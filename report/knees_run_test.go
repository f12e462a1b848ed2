package report_test

import (
	"bytes"
	"context"
	"os"
	"path/filepath"
	"strings"
	"testing"
	"time"

	"golang.org/x/net/html"

	"gaitrig/report"
	"gaitrig/rig"
	"gaitrig/scenarios"
)

// TestKneedReportInChromium runs the passive kneed built-in walker for a
// few steps through the rig, writes its report and loads it in headless
// Chromium: the knee-lock plot is on the page with its zero line, and the
// stick figures draw a knee on each leg.
func TestKneedReportInChromium(t *testing.T) {
	bin := report.FindChromium(t)
	s, err := scenarios.LoadBuiltin("passive-kneed-downhill")
	if err != nil {
		t.Fatal(err)
	}
	dir := filepath.Join(t.TempDir(), "run")
	if _, err := rig.Run(context.Background(), s, rig.Options{RunDir: dir, MaxSteps: 6}); err != nil {
		t.Fatal(err)
	}
	if err := report.WriteHTML(dir); err != nil {
		t.Fatal(err)
	}
	page, err := os.ReadFile(filepath.Join(dir, report.HTMLFile))
	if err != nil {
		t.Fatal(err)
	}
	if !strings.Contains(string(page), "zero: below it the stop would have to pull") {
		t.Error("the knee-lock plot has no zero line in its legend")
	}
	abs, err := filepath.Abs(filepath.Join(dir, report.HTMLFile))
	if err != nil {
		t.Fatal(err)
	}
	out := report.RunChromium(t, bin, 90*time.Second, "--dump-dom", "file://"+abs)
	doc, err := html.Parse(bytes.NewReader(out))
	if err != nil {
		t.Fatalf("dumped DOM does not parse: %v", err)
	}
	svgs := map[string]*html.Node{}
	var walk func(n *html.Node)
	walk = func(n *html.Node) {
		if n.Type == html.ElementNode && n.Data == "svg" {
			for _, a := range n.Attr {
				if a.Key == "id" {
					svgs[a.Val] = n
				}
			}
		}
		for c := n.FirstChild; c != nil; c = c.NextSibling {
			walk(c)
		}
	}
	walk(doc)
	knee := svgs["plot-knee-lock"]
	if knee == nil {
		t.Fatalf("no plot-knee-lock in the browser DOM; plots: %v", keys(svgs))
	}
	if n := count(knee, "path"); n < 5 {
		t.Errorf("plot-knee-lock has %d paths: not drawn", n)
	}
	stick := svgs["plot-heel-strikes"]
	if stick == nil {
		t.Fatal("no heel-strike stick figures in the browser DOM")
	}
	// A kneed leg adds a thigh line and a knee dot (two paths) to the
	// figure: the six figures of this run have 61 paths with knees drawn
	// and 37 without (measured when this test was written), so 54 tells
	// them apart.
	if n := count(stick, "path"); n < 54 {
		t.Errorf("stick figures have %d paths; six figures with knees drawn have at least 54", n)
	}
}

func keys(m map[string]*html.Node) []string {
	var out []string
	for k := range m {
		out = append(out, k)
	}
	return out
}

func count(n *html.Node, tag string) int {
	c := 0
	if n.Type == html.ElementNode && n.Data == tag {
		c++
	}
	for k := n.FirstChild; k != nil; k = k.NextSibling {
		c += count(k, tag)
	}
	return c
}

Instructions for the task. The entire listing above should be returned exactly as written.

Exercise output.
filename report/knees_run_test.go
repository f12e462a1b848ed2
package report_test

import (
	"bytes"
	"context"
	"os"
	"path/filepath"
	"strings"
	"testing"
	"time"

	"golang.org/x/net/html"

	"gaitrig/report"
	"gaitrig/rig"
	"gaitrig/scenarios"
)

// TestKneedReportInChromium runs the passive kneed built-in walker for a
// few steps through the rig, writes its report and loads it in headless
// Chromium: the knee-lock plot is on the page with its zero line, and the
// stick figures draw a knee on each leg.
func TestKneedReportInChromium(t *testing.T) {
	bin := report.FindChromium(t)
	s, err := scenarios.LoadBuiltin("passive-kneed-downhill")
	if err != nil {
		t.Fatal(err)
	}
	dir := filepath.Join(t.TempDir(), "run")
	if _, err := rig.Run(context.Background(), s, rig.Options{RunDir: dir, MaxSteps: 6}); err != nil {
		t.Fatal(err)
	}
	if err := report.WriteHTML(dir); err != nil {
		t.Fatal(err)
	}
	page, err := os.ReadFile(filepath.Join(dir, report.HTMLFile))
	if err != nil {
		t.Fatal(err)
	}
	if !strings.Contains(string(page), "zero: below it the stop would have to pull") {
		t.Error("the knee-lock plot has no zero line in its legend")
	}
	abs, err := filepath.Abs(filepath.Join(dir, report.HTMLFile))
	if err != nil {
		t.Fatal(err)
	}
	out := report.RunChromium(t, bin, 90*time.Second, "--dump-dom", "file://"+abs)
	doc, err := html.Parse(bytes.NewReader(out))
	if err != nil {
		t.Fatalf("dumped DOM does not parse: %v", err)
	}
	svgs := map[string]*html.Node{}
	var walk func(n *html.Node)
	walk = func(n *html.Node) {
		if n.Type == html.ElementNode && n.Data == "svg" {
			for _, a := range n.Attr {
				if a.Key == "id" {
					svgs[a.Val] = n
				}
			}
		}
		for c := n.FirstChild; c != nil; c = c.NextSibling {
			walk(c)
		}
	}
	walk(doc)
	knee := svgs["plot-knee-lock"]
	if knee == nil {
		t.Fatalf("no plot-knee-lock in the browser DOM; plots: %v", keys(svgs))
	}
	if n := count(knee, "path"); n < 5 {
		t.Errorf("plot-knee-lock has %d paths: not drawn", n)
	}
	stick := svgs["plot-heel-strikes"]
	if stick == nil {
		t.Fatal("no heel-strike stick figures in the browser DOM")
	}
	// A kneed leg adds a thigh line and a knee dot (two paths) to the
	// figure: the six figures of this run have 61 paths with knees drawn
	// and 37 without (measured when this test was written), so 54 tells
	// them apart.
	if n := count(stick, "path"); n < 54 {
		t.Errorf("stick figures have %d paths; six figures with knees drawn have at least 54", n)
	}
}

func keys(m map[string]*html.Node) []string {
	var out []string
	for k := range m {
		out = append(out, k)
	}
	return out
}

func count(n *html.Node, tag string) int {
	c := 0
	if n.Type == html.ElementNode && n.Data == tag {
		c++
	}
	for k := n.FirstChild; k != nil; k = k.NextSibling {
		c += count(k, tag)
	}
	return c
}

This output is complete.